What can be inferred from a 95% confidence interval on a correlation coefficient? If the only information you have for a pearson's correlation is the 95% confidence interval, what can you infer from that data?
For example, if you had a correlation coefficient of (0.24;0.78) what would be the best inference to make?
I don't have a strong background in stats so if someone could explain it without lots of equations that would be preferable, thanks!
 A: All you can say is the sample Pearson's correlation coefficient (r) in contained in the interval from 0.24 to 0.78. You are 95% confident that you will detect a significantly different correlation when testing values outside this interval. What this means is that variable X has some degree of positive linear relationship to variable Y in your sample. (I hesitate to use qualitative descriptors of this "strength" of the relationship because: 1) this is somewhat an outdated way to think of it, 2) what may be a strong correlation in one discipline may be weak in another, and 3) I have no idea of the sample size used to calculate the correlation coefficient.) If this experiment were conducted several independent times, with random sampling over the same population, then 95% (in the long run) will contain the population parameter, rho.

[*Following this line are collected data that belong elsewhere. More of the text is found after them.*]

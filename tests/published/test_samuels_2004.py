"""Samuels MP. The effects of flight and altitude. Arch Dis Child 2004;89:448-455, table 1.

Barometric pressure and inspired oxygen pressure at seven altitudes, to 1 mmHg; water vapour 47.1 mmHg at 37 °C.
"""

import dataclasses

import pytest

from worksheet.oxygen.constants import DEFAULT
from worksheet.oxygen.exchange import alveolar_po2, barometric_pressure_icao

TABLE = [  # m, barometric pressure [mmHg], inspired PO2 [mmHg]
    (0, 760, 150),
    (1000, 674, 132),
    (2000, 596, 115),
    (3000, 526, 100),
    (5000, 405, 75),
    (8000, 267, 46),
    (10000, 198, 32),
]
SITE = dataclasses.replace(DEFAULT, water_vapour=47.1)


@pytest.mark.parametrize(("metres", "pressure", "inspired"), TABLE)
def test_barometric_pressure(metres, pressure, inspired):
    assert barometric_pressure_icao(metres) == pytest.approx(pressure, abs=0.5)


@pytest.mark.parametrize(("metres", "pressure", "inspired"), TABLE)
def test_inspired_oxygen_pressure(metres, pressure, inspired):
    # without carbon dioxide the alveolar equation is the inspired pressure; air 0.2095, printed to 1 mmHg
    found = alveolar_po2(0.2095, 0.0, pressure, SITE)
    assert found == pytest.approx(inspired, abs=0.7)  # its own rounding and that of the pressure
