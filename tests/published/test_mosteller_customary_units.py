"""Body surface area in the other published forms of the two formulas.

Mosteller RD. N Engl J Med 1987;317:1098: sqrt(in lb / 3131). Du Bois & Du Bois 1916 with height in metres:
0.20247 m^0.725 kg^0.425. An area is published to 0.01 m²; the 3131 of the letter is itself 0.2 % above the exact
3125 (3600 / 2.54 / 0.4536), which is 0.1 % of the area.
"""

import numpy as np
import pytest

from worksheet.oxygen.delivery import bsa_dubois, bsa_mosteller

PEOPLE = [(150.0, 45.0), (170.0, 70.0), (178.0, 82.0), (190.0, 120.0)]  # cm, kg


@pytest.mark.parametrize(("height", "weight"), PEOPLE)
def test_mosteller_in_inches_and_pounds(height, weight):
    published = np.sqrt(height / 2.54 * weight / 0.45359237 / 3131)
    assert bsa_mosteller(height, weight) == pytest.approx(published, abs=0.005)


@pytest.mark.parametrize(("height", "weight"), PEOPLE)
def test_dubois_in_metres(height, weight):
    published = 0.20247 * (height / 100) ** 0.725 * weight**0.425
    assert bsa_dubois(height, weight) == pytest.approx(published, rel=0.0002)  # five digits printed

A: I make this comment from the perspective of someone who is analytical but who is not an expert in statistics.   One of the reasons for doing a linear regression is to get an answer to the question as to whether the values of two variables, x and y, are independent of each other.  Alternatively, the data set may contain evidence of some linkage between them.   If the confidence interval of "r" CONTAINS zero, that suggests that x and y are unrelated and that the calculated regression equation is of no value. If the confidence interval on "r" DOES NOT CONTAIN zero, there is a reason to believe there is reason to suspect that the value of x is somehow linked to the value of y.  In this case, if you are building a statistical or mathematical model that includes both x and y as variables, you might want to include something that represents this linkage...it might improve the predictiveness of the model.
As a caveat, because I am not a statistics expert, I could have this wrong.